After the first step, they are the same.

Sbozzolo commented 2 months ago

I suggest that we revert it, unless @akshaysridhar or @glwagner understand why there is a substantial change in surface fluxes from that PR?

(Maybe @dennisYatunin too)

szy21 commented 2 months ago

wait I think there is a bug in that PR. https://github.com/CliMA/ClimaAtmos.jl/blob/bb9c010f90ccf6acc9f5e3cd0480a6e273be764d/src/surface_conditions/surface_conditions.jl#L421 here is should be f = C12(f₁₃ * xz + f₂₃ * yz, L)?

szy21 commented 2 months ago

@Sbozzolo could you try if that fixes the issue? (And we should somehow prevent this from happening in the future...)
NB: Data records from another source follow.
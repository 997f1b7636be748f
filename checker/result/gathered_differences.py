"""Bring together what changed aboard all hulls, with the figures that tell most about it."""

from __future__ import annotations

from collections.abc import Iterable, Iterator

from checker.result.compare_aboard import AboardChanges, Unit
from checker.result.compare_places import bare
from checker.result.comparison import Difference, FigureChange
from checker.result.side import Figures
from checker.result.subject_change import Change

MOST_FIGURES = 2
LEAST_CHANGE = 0.01
"""A figure that changed by less than this share of its limit tells nothing about a change."""


def differences(changes: Iterable[Change]) -> tuple[Difference, ...]:
    """Return what changed aboard, each change once with all subjects where it is alike."""
    groups: dict[Unit, tuple[list[str], dict[tuple[str, str], FigureChange]]] = {}
    for change in changes:
        for unit in change.units:
            on, figures = groups.setdefault(unit, ([], {}))
            on.append(change.subject.id)
            assert change.aboard is not None
            for figure in _figures(unit, change, change.aboard):
                known = figures.get((figure.check, figure.part))
                if known is None or _headroom(figure.after) < _headroom(known.after):
                    figures[figure.check, figure.part] = figure
    return tuple(
        Difference(unit.kind, unit.about, unit.things, unit.facts, tuple(on), most_telling(figures.values()))
        for unit, (on, figures) in groups.items()
    )


def most_telling(figures: Iterable[FigureChange]) -> tuple[FigureChange, ...]:
    """Return the figures nearest their limit, or furthest past it: one of each quantity."""
    told: dict[str, FigureChange] = {}
    for figure in sorted(figures, key=lambda one: (_headroom(one.after), one.check, one.part)):
        told.setdefault(figure.after.quantity, figure)
    return tuple(told.values())[:MOST_FIGURES]


def _figures(unit: Unit, change: Change, aboard: AboardChanges) -> Iterator[FigureChange]:
    names = aboard.members(unit)
    for key, (before, after) in change.places.figures.items():
        if names.intersection((bare(key.part), bare(key.part).partition(" ")[0])) and _tells(before, after):
            yield FigureChange(key.check, bare(key.part), before, after)


def _tells(before: Figures, after: Figures) -> bool:
    old, new = before.headroom, after.headroom
    if old is None or new is None or abs(old - new) < LEAST_CHANGE:
        return False
    return new < 0 or old < 0 or not after.is_stepped


def _headroom(figures: Figures) -> float:
    headroom = figures.headroom
    return float("inf") if headroom is None else headroom
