"""Compare what is aboard two boats, and fold it into what a person would say: P11 is 8 AWG instead of 6 AWG."""

from __future__ import annotations

import math
from collections.abc import Iterable, Iterator, Mapping
from dataclasses import dataclass, field
from typing import NamedTuple

from checker.boat.aboard import BOAT, Aboard, Fact, Facts, facts_of, part_names
from checker.result.comparison import DifferenceKind, FactChange

DERIVED = ("company", "zones", "enclosed_m", "ways", "circuit")
"""Facts of a conductor that follow from its ways and its neighbours."""
WORKMANSHIP = "workmanship_"


class Thing(NamedTuple):
    """Name a thing aboard: its kind and its id."""

    kind: str
    id: str


@dataclass(frozen=True, slots=True)
class Unit:
    """Tell what changed in one circuit or thing of one boat; see `Difference`."""

    kind: DifferenceKind
    about: str
    things: tuple[str, ...]
    facts: tuple[FactChange, ...]


@dataclass(frozen=True, slots=True)
class AboardChanges:
    """Tell how what is aboard one boat changed.

    `changed` are the facts of each thing that is on both sides, `added` and `removed` the facts of
    those that are on one. Parts that come or go with a device are not told: the device tells it.
    `circuits` are the conductors of each circuit on both sides, `gone_names` and `new_names` what is
    called by names on one side only, `users` what uses a part or a way that changed, `zones` where
    devices and conductors stood, `devices` the circuits of devices that changed.
    """

    changed: Mapping[Thing, tuple[FactChange, ...]]
    added: Mapping[Thing, Facts]
    removed: Mapping[Thing, Facts]
    circuits: Mapping[str, tuple[frozenset[str], frozenset[str]]]
    gone_names: frozenset[str] = frozenset()
    new_names: frozenset[str] = frozenset()
    users: Mapping[str, frozenset[str]] = field(default_factory=dict)
    zones: Mapping[str, str] = field(default_factory=dict)
    devices: Mapping[str, str] = field(default_factory=dict)

    @property
    def is_nothing(self) -> bool:
        """Tell whether the boats are alike."""
        return not (self.changed or self.added or self.removed)

    @property
    def touched(self) -> frozenset[str]:
        """Return the names of all things that changed, came or went."""
        return frozenset(thing.id for rows in (self.changed, self.added, self.removed) for thing in rows)

    @property
    def relanded(self) -> frozenset[str]:
        """Return what lands elsewhere, by the names that checks call it: places there come and go with it."""
        stacks = [f"{t.id.replace(' ', ' stud ', 1)}" for t in self.changed if t.kind == "stack"]
        moved = [t.id for t, facts in self.changed.items() if {"start", "end"} & {fact.key for fact in facts}]
        return frozenset((*stacks, *moved))

    def members(self, unit: Unit) -> frozenset[str]:
        """Return the names of what a unit is about: a circuit with its conductors, a part with its devices."""
        kind, _, name = unit.about.partition(" ")
        if not name:
            conductors = self.circuits.get(kind, (_NONE, _NONE))[1]
            return frozenset((kind, *(unit.things or conductors), f"{kind}.load"))
        return frozenset((name, *self.users.get(unit.about, ())))


def aboard_changes(before: Aboard, after: Aboard) -> AboardChanges:
    """Return how what is aboard changed."""
    changed: dict[Thing, tuple[FactChange, ...]] = {}
    added: dict[Thing, Facts] = {}
    removed: dict[Thing, Facts] = {}
    if before.lines == after.lines:
        return AboardChanges({}, {}, {}, {})
    for key in dict.fromkeys((*before.lines, *after.lines)):
        old, new = before.lines.get(key), after.lines.get(key)
        thing = _thing(key)
        if old is None or new is None:
            if thing.kind != "part":
                (added if old is None else removed)[thing] = facts_of(new or old or "")
        elif old != new:
            in_feet = thing.id in after.in_feet
            facts = tuple(_fact_changes(facts_of(old), facts_of(new), in_feet=in_feet))
            if facts:
                changed[thing] = facts
    circuits = _conductors_of(before), _conductors_of(after)
    both = {name: (circuits[0].get(name, _NONE), circuits[1].get(name, _NONE)) for one in circuits for name in one}
    olds, news = _names(before), _names(after)
    left = _explained(changed, after)
    return AboardChanges(
        changed=left,
        added=added,
        removed=removed,
        circuits=both,
        gone_names=olds - news,
        new_names=news - olds,
        users=dict(_users(left, after)),
        zones=dict(_zones(before)) if any(thing.kind == "zone" for thing in left) else {},
        devices={
            thing.id: str(facts_of(after.lines[f"device {thing.id}"]).get("circuit", ""))
            for thing in left
            if thing.kind == "device"
        },
    )


def _users(changed: Iterable[Thing], aboard: Aboard) -> Iterator[tuple[str, frozenset[str]]]:
    """Yield what uses a part or a way that changed: devices, conductors, and their circuits."""
    parts = [thing.id for thing in changed if thing.kind == "part"]
    ways = [thing.id for thing in changed if thing.kind == "way"]
    if not parts and not ways:
        return
    rows = [(_thing(key), facts_of(line)) for key, line in aboard.lines.items() if key.startswith(("dev", "cond"))]
    for part in parts:
        yield f"part {part}", _named([row for row in rows if part in part_names(row[1])])
    for way in ways:
        yield f"way {way}", _named([row for row in rows if way in str(row[1].get("ways", "")).split(", ")])


def _zones(aboard: Aboard) -> Iterator[tuple[str, str]]:
    for key, line in aboard.lines.items():
        if key.startswith(("device ", "conductor ")):
            facts = facts_of(line)
            yield key.partition(" ")[2], str(facts.get("zone") or facts.get("zones", ""))


def _named(rows: Iterable[tuple[Thing, Facts]]) -> frozenset[str]:
    return frozenset(name for thing, facts in rows for name in (thing.id, str(facts.get("circuit", ""))) if name)


def _names(aboard: Aboard) -> frozenset[str]:
    """Return all names that checks call things by: a part without its rating, a stack as `POST stud S`."""
    things = [_thing(key) for key in aboard.lines]
    stacks = (" stud ".join(thing.id.split(" ")) for thing in things if thing.kind == "stack")
    return frozenset((*(thing.id.partition(" ")[0] for thing in things), *stacks))


_NONE: frozenset[str] = frozenset()


def _thing(key: str) -> Thing:
    kind, _, name = key.partition(" ")
    return Thing(kind, name)


def _fact_changes(old: Facts, new: Facts, *, in_feet: bool) -> Iterator[FactChange]:
    for key in dict.fromkeys((*old, *new)):
        before, after = old.get(key), new.get(key)
        if not _is_same(before, after):
            yield FactChange(key, before, after, in_feet)


def _is_same(one: Fact | None, other: Fact | None) -> bool:
    if _is_number(one) and _is_number(other):
        assert isinstance(one, int | float)
        assert isinstance(other, int | float)
        return math.isclose(one, other, rel_tol=2e-9)  # both are rounded to nine digits
    return one == other and type(one) is type(other)


def _is_number(fact: Fact | None) -> bool:
    return isinstance(fact, int | float) and not isinstance(fact, bool)


def _conductors_of(aboard: Aboard) -> dict[str, frozenset[str]]:
    found: dict[str, set[str]] = {}
    for key, line in aboard.lines.items():
        if key.startswith("conductor "):
            circuit = facts_of(line).get("circuit")
            if isinstance(circuit, str):
                found.setdefault(circuit, set()).add(key.partition(" ")[2])
    return {name: frozenset(conductors) for name, conductors in found.items()}


def _explained(changed: dict[Thing, tuple[FactChange, ...]], after: Aboard) -> dict[Thing, tuple[FactChange, ...]]:
    """Leave out what follows from a way that became longer or from more company in it."""
    longer: dict[str, float] = {}
    for thing, facts in changed.items():
        for fact in facts:
            if thing.kind == "way" and fact.key == "length_m":
                longer[thing.id] = _value(fact.new) - _value(fact.old)
    left: dict[Thing, tuple[FactChange, ...]] = {}
    for thing, facts in changed.items():
        if thing.kind != "conductor":
            left[thing] = facts
            continue
        moved = any(fact.key in ("ways", "start", "end") for fact in facts)
        now = facts_of(after.lines[f"conductor {thing.id}"])
        by_ways_m = sum(longer.get(way, 0.0) for way in str(now.get("ways", "")).split(", "))
        told = tuple(
            fact for fact in facts
            if moved or not (fact.key in DERIVED or (fact.key == "length_m" and _follows(fact, by_ways_m)))
        )  # fmt: skip
        if told:
            left[thing] = told
    return left


def _follows(fact: FactChange, by_ways_m: float) -> bool:
    return by_ways_m != 0 and abs(_value(fact.new) - _value(fact.old) - by_ways_m) < 1e-6


def _value(fact: Fact | None) -> float:
    return float(fact) if isinstance(fact, int | float) else 0.0


def units(changes: AboardChanges) -> Iterator[Unit]:
    """Yield what changed, a circuit or a thing at a time, in the order of the boat's lines."""
    yield from _whole_things(DifferenceKind.REMOVED, changes.removed)
    yield from _whole_things(DifferenceKind.ADDED, changes.added)
    alike: dict[tuple[str, tuple[FactChange, ...]], list[str]] = {}
    for thing, facts in changes.changed.items():
        circuit = _circuit_of(thing, changes)
        about = circuit or (thing.id and f"{thing.kind} {thing.id}") or BOAT
        alike.setdefault((about, facts), []).append(thing.id if circuit else "")
    for (about, facts), names in alike.items():
        before, after = changes.circuits.get(about, (_NONE, _NONE))
        is_whole = bool(after) and set(names) >= after and set(names) >= before
        things = () if is_whole or names in ([""], [about]) else tuple(sorted(names))
        yield Unit(DifferenceKind.CHANGED, about, things, facts)


def _circuit_of(thing: Thing, changes: AboardChanges) -> str:
    if thing.kind == "circuit":
        return thing.id
    if thing.kind == "device":
        return changes.devices.get(thing.id, "")
    if thing.kind == "conductor":
        return next((name for name, (_, after) in changes.circuits.items() if thing.id in after), "")
    return ""


def _whole_things(kind: DifferenceKind, things: Mapping[Thing, Facts]) -> Iterator[Unit]:
    """Yield what was added or removed; what belongs to a circuit of which this is true goes with it."""
    circuits = {thing.id for thing in things if thing.kind == "circuit"}
    for thing, facts in things.items():
        if thing.kind != "circuit" and facts.get("circuit") in circuits:
            continue
        is_new = kind is DifferenceKind.ADDED
        all_facts = {**facts, **(_of_circuit(thing.id, things) if thing.kind == "circuit" else {})}
        told = tuple(FactChange(k, None, v) if is_new else FactChange(k, v, None) for k, v in all_facts.items())
        yield Unit(kind, thing.id if thing.kind == "circuit" else f"{thing.kind} {thing.id}", (), told)


def _of_circuit(circuit: str, things: Mapping[Thing, Facts]) -> Facts:
    """Return the sizes of a circuit's conductors and the ratings of its devices, each once."""
    own = [facts for facts in things.values() if facts.get("circuit") == circuit]
    sizes = dict.fromkeys(str(facts["size"]) for facts in own if "size" in facts)
    ratings = dict.fromkeys(f"{facts['rating_a']} A" for facts in own if "rating_a" in facts)
    told: Facts = {"size": ", ".join(sizes), "device": ", ".join(ratings)}
    return {key: fact for key, fact in told.items() if fact}
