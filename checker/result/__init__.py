"""Put outcomes in order, bind waivers, and hold the result that every output renders."""
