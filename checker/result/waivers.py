"""Bind waivers to findings: which finding each accepts, and which waivers do not hold."""

from __future__ import annotations

import datetime
from collections.abc import Iterable, Sequence
from dataclasses import dataclass

from checker.finding import Card, Outcome, Span, Verdict
from checker.result.cards import WAIVER_EXPIRED, WAIVER_INPUTS_CHANGED, WAIVER_TOO_WIDE, WAIVER_UNMATCHED
from checker.result.gather import fingerprint
from checker.result.model import Acceptance


@dataclass(frozen=True, slots=True, kw_only=True)
class Waiver:
    """Hold one waiver as the yard wrote it; `hull` or `class_id` is empty."""

    id: str
    check: str
    hull: str
    class_id: str
    part: str
    limit_set: str
    fingerprint: str
    reason: str
    approved_by: str
    evidence: str
    expires: datetime.date
    at: Span
    at_fingerprint: Span
    at_expires: Span

    def concerns(self, subject_id: str, class_id: str) -> bool:
        """Tell whether the waiver speaks of a hull or option set."""
        return self.hull == subject_id if self.hull else self.class_id == class_id

    def names(self, outcome: Outcome) -> bool:
        """Tell whether the waiver names a finding, whatever its inputs."""
        return (
            outcome.verdict is Verdict.FINDING
            and outcome.check == self.check
            and outcome.part == self.part
            and self.limit_set in ("", outcome.limit_set)
        )


@dataclass(frozen=True, slots=True)
class Waived:
    """Hold a subject's news after its waivers, what is wrong with these, what accepts what, and which matched."""

    outcomes: tuple[Outcome, ...]
    extra: tuple[Outcome, ...]
    accepted: dict[str, Acceptance]
    matched: frozenset[str]


def apply_waivers(outcomes: Sequence[Outcome], waivers: Iterable[Waiver], today: datetime.date) -> Waived:
    """Accept what the waivers of one subject accept, and tell what is wrong with the waivers.

    Args:
        outcomes: The subject's outcomes.
        waivers: The waivers that concern the subject.
        today: The day of the run; the day of expiry still counts.
    """
    left = list(outcomes)
    extra: list[Outcome] = []
    accepted: dict[str, Acceptance] = {}
    matched: set[str] = set()
    for waiver in waivers:
        found = [index for index, outcome in enumerate(left) if waiver.names(outcome)]
        if not found:
            continue
        matched.add(waiver.id)
        objection = _objection(waiver, [left[index] for index in found], today)
        if objection is not None:
            extra.append(objection)
            continue
        for index in found:
            if fingerprint(left[index]) == waiver.fingerprint:
                left[index] = left[index]._replace(verdict=Verdict.ACCEPTED)
        accepted[waiver.fingerprint] = Acceptance(
            waiver.id, waiver.reason, waiver.approved_by, waiver.expires.isoformat(), waiver.evidence, waiver.at
        )
    return Waived(tuple(left), tuple(extra), accepted, frozenset(matched))


def _objection(waiver: Waiver, found: list[Outcome], today: datetime.date) -> Outcome | None:
    """Return why a waiver that names findings accepts none of them, or None.

    Of several findings of one check at one part, in several switch states, the fingerprint tells which is meant;
    under several limit sets they are several judgements, and one look does not accept them all.
    """
    sets = sorted({outcome.limit_set for outcome in found})
    if len(sets) > 1:
        fault = f"it matches {len(found)} findings ({', '.join(sets)})"
        return _about(WAIVER_TOO_WIDE, waiver, waiver.at, fault, "name the limit set it is meant for")
    if today > waiver.expires:
        fault = f"it ran out on {waiver.expires.isoformat()}"
        return _about(WAIVER_EXPIRED, waiver, waiver.at_expires, fault, "mend the finding, or judge it anew")
    present = list(dict.fromkeys(fingerprint(outcome) for outcome in found))
    if waiver.fingerprint not in present:
        now = " or ".join(present)
        fault = f"it accepts fingerprint {waiver.fingerprint}, but the finding now has {now}: its inputs changed"
        remedy = f"judge the finding again; if it is acceptable write `fingerprint: {now}`"
        return _about(WAIVER_INPUTS_CHANGED, waiver, waiver.at_fingerprint, fault, remedy)
    return None


def unmatched(waiver: Waiver) -> Outcome:
    """Return the finding that a waiver matches nothing."""
    where = waiver.hull or f"class {waiver.class_id}"
    fault = f"no finding {waiver.check} at {waiver.part} on {where}"
    return _about(WAIVER_UNMATCHED, waiver, waiver.at, fault, "take it out")


def _about(card: Card, waiver: Waiver, at: Span, fault: str, remedy: str) -> Outcome:
    return Outcome(
        verdict=Verdict.FINDING, check=card.id, level=card.level, part=waiver.id, at=at, fault=fault, remedy=remedy,
        inputs=(("waiver", waiver.id),),
    )  # fmt: skip
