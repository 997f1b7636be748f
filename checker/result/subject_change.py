"""Hold how one hull or option set changed, and say whether that is worse or better."""

from __future__ import annotations

from collections.abc import Mapping
from dataclasses import dataclass, field

from checker.result.claims import Claim
from checker.result.compare_aboard import AboardChanges, Unit
from checker.result.compare_findings import Match
from checker.result.compare_places import PlaceChanges
from checker.result.comparison import FindingKind, Standing, SubjectChange
from checker.result.side import About, Found, SideSubject


@dataclass(frozen=True, slots=True, kw_only=True)
class Change:
    """Hold how one hull or option set changed; it is new without `before`, and gone without `after`.

    `notes` are the notes of what now passes without figures, `unassessed` what is newly not
    assessed, `dropped_sets` the limit sets it is judged by no more, `unasked` what a finding is gone
    of because nothing looks there any more.
    """

    before: SideSubject | None
    after: SideSubject | None
    matches: tuple[Match, ...]
    notes: Mapping[About, str] = field(default_factory=dict)
    unassessed: tuple[Found, ...] = ()
    dropped_sets: tuple[str, ...] = ()
    places: PlaceChanges = field(default_factory=PlaceChanges)
    aboard: AboardChanges | None = None
    units: tuple[Unit, ...] = ()
    claims: tuple[Claim, ...] = ()
    unasked: frozenset[About] = frozenset()

    @property
    def subject(self) -> SideSubject:
        """Return the subject as it is, or as it was."""
        subject = self.after or self.before
        assert subject is not None
        return subject

    def is_silenced(self, match: Match) -> bool:
        """Tell whether a finding is gone because nothing asks for it any more, not because it was mended."""
        if match.kind is not FindingKind.FIXED or match.before is None:
            return False
        found = match.before.found
        return found.about in self.notes or found.about in self.unasked or found.limit_set in self.dropped_sets


def subject_change(change: Change) -> SubjectChange:
    """Return how a hull or option set stands."""
    subject = change.subject
    return SubjectChange(
        subject.id, subject.is_hull, subject.status, subject.is_built, _standing(change), _is_alike(change)
    )  # fmt: skip


def _standing(change: Change) -> Standing:
    if change.before is None:
        return Standing.NEW
    if change.after is None:
        return Standing.WORSE if change.matches else Standing.GONE  # worse: it could not be studied
    places = change.places
    is_less = places.lost or places.exempt or change.unassessed or change.dropped_sets
    if is_less or any(match.is_worse or change.is_silenced(match) for match in change.matches):
        return Standing.WORSE
    if change.matches:
        return Standing.BETTER  # thinner margins beside a mended finding are told, and are no worse boat
    return Standing.WORSE if places.thinner else Standing.UNCHANGED


def _is_alike(change: Change) -> bool:
    no_places = not (change.places.figures or change.places.lost or change.places.gone)
    is_same_boat = change.aboard is None or change.aboard.is_nothing
    return bool(change.before and change.after and not change.matches and no_places and is_same_boat)
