# SPDX-License-Identifier: MIT
"""Where a wall may be: the upright plane that most patches of the cloud agree with, and its robust best fit."""

from __future__ import annotations

import numpy as np
from numpy.typing import NDArray

from scanstrain.linalg import leave_one_out
from scanstrain.structures.wall import FACING, axes_of

FloatArray = NDArray[np.float64]
BoolArray = NDArray[np.bool_]

STEEP = float(np.sin(np.radians(45.0)))
"""Normals with a larger vertical component belong to floors, roofs and slopes, not to walls."""

SAMPLE = 3000
"""Patches that vote; more only cost time."""

DRAWS = 600
"""Planes tried. One patch fixes which normals the other two have, so the share of good planes is about that of the
face among the patches: with two fifths of them hundreds are left."""

TUKEY = 4.685
"""Cut-off of the redescending weight in standard deviations: 95 % efficient, blind to gross errors."""

ROUNDS = 20
"""Re-weighted solutions; the change falls several times with each."""

FINEST = 1e-4
"""Scatter about the plane that is not gone below [m]: a perfect plane has none."""

PATCHES = 60
"""Squares that the face is divided into for the standard error of its plane: enough for a spread, wide enough to be
nearly independent on a face whose unevenness is shorter than a tenth of it."""


def find_plane(
    centre: FloatArray, normal: FloatArray, tolerance: float
) -> tuple[FloatArray, FloatArray, BoolArray] | None:
    """Find the upright plane that most patches agree with.

    Random sample consensus (Fischler & Bolles 1981): three patches with like normals fix a plane. A patch agrees that
    lies within the tolerance and faces it to 20 degrees.

    Parameters
    ----------
    centre, normal : ndarray of shape (b, 3)
        Places [m] and unit normals of patches, signs of normals arbitrary.
    tolerance : float
        Distance within which a patch agrees [m].

    Returns
    -------
    (place, normal, agree) or None
        Of the plane, shapes (3,), (3,) and (b,); None where no three patches agree.
    """
    rng = np.random.default_rng(0)
    voters = np.sort(rng.choice(len(centre), min(SAMPLE, len(centre)), replace=False))
    best, most = None, 2
    for first in rng.integers(len(voters), size=DRAWS) if len(voters) >= 3 else ():
        alike = voters[np.abs(normal[voters] @ normal[voters[first]]) >= FACING]
        place, *others = centre[rng.choice(alike, 3)]
        across = np.cross(others[0] - place, others[1] - place)
        size = float(np.linalg.norm(across))
        if size == 0 or abs(across[2]) > STEEP * size:
            continue
        votes = int(agreeing(centre[voters], normal[voters], place, across / size, tolerance).sum())
        if votes > most:
            best, most = (place, across / size), votes
    return None if best is None else (*best, agreeing(centre, normal, *best, tolerance))


def agreeing(
    centre: FloatArray, normal: FloatArray, place: FloatArray, across: FloatArray, tolerance: float
) -> BoolArray:
    """Say which patches (b, 3) lie within a tolerance [m] of a plane and face it."""
    near = np.abs((centre - place) @ across) <= tolerance
    return np.asarray(near & (np.abs(normal @ across) >= FACING))


def best_plane(points: FloatArray, place: FloatArray, normal: FloatArray) -> tuple[FloatArray, FloatArray, float]:
    """Fit a plane to points near a rough one with Tukey's weights on their distances.

    Parameters
    ----------
    points : ndarray of shape (n, 3)
    place, normal : ndarray of shape (3,)
        Of the rough plane.

    Returns
    -------
    place, normal : ndarray of shape (3,)
    scale : float
        Robust standard deviation about it [m].
    """
    weight, scale = np.ones(len(points)), 0.0
    for _ in range(ROUNDS):
        place = np.average(points, axis=0, weights=weight)
        away = points - place
        fitted = np.linalg.eigh((away * weight[:, None]).T @ away)[1][:, 0]
        normal = fitted * np.sign(fitted @ normal)
        off = away @ normal
        scale = max(1.4826 * float(np.median(np.abs(off))), FINEST)
        weight = tukey(off, scale)
    return place, normal, scale


def tukey(off: FloatArray, scale: float) -> FloatArray:
    """Return Tukey's weights of residuals (n,) for their standard deviation."""
    return np.asarray(np.clip(1.0 - (off / (TUKEY * scale)) ** 2, 0.0, None) ** 2)


def lean_error(points: FloatArray, place: FloatArray, normal: FloatArray, scale: float) -> float:
    """Return the standard error of the lean of a plane [rad], from leaving out one square of the face after the other.

    Whatever the reason for which the face is uneven, it is alike over a length: a square counts as one observation.
    """
    right, up = axes_of(normal)
    away = points - place
    off = away @ normal
    weight = tukey(off, scale)
    rows = np.stack([np.ones(len(points)), away @ right, away @ up], axis=1)
    side = np.sqrt(np.ptp(rows[:, 1]) * np.ptp(rows[:, 2]) / PATCHES)
    return float(np.sqrt(spread_by_squares(rows, off, side, weight)[2, 2]))


def spread_by_squares(rows: FloatArray, off: FloatArray, side: float, weight: FloatArray) -> FloatArray:
    """Return the covariance (3, 3) of a plane over (1, along, height) from what its residuals share in squares."""
    square = np.floor((rows[:, 1:] - rows[:, 1:].min(axis=0)) / side).astype(int)
    _, member = np.unique(square, axis=0, return_inverse=True)
    count = int(member.max()) + 1
    if count < 4:
        return np.full((3, 3), np.nan)
    information, score = np.zeros((count, 3, 3)), np.zeros((count, 3))
    np.add.at(information, member, weight[:, None, None] * rows[:, :, None] * rows[:, None, :])
    np.add.at(score, member, (weight * off)[:, None] * rows)
    return leave_one_out(information, score)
akshaysridhar commented 2 months ago

wait I think there is a bug in that PR.

https://github.com/CliMA/ClimaAtmos.jl/blob/bb9c010f90ccf6acc9f5e3cd0480a6e273be764d/src/surface_conditions/surface_conditions.jl#L421 here is should be f = C12(f₁₃ * xz + f₂₃ * yz, L)?

Yes, this is a bug

Sbozzolo commented 2 months ago

Will try this now.

Sbozzolo commented 2 months ago

Yes, that works!

Sbozzolo commented 2 months ago

Opening a PR now

szy21 commented 1 month ago

The longrun experiments have been cleaned up and most of these are irrelevant now. Closing the issue for now.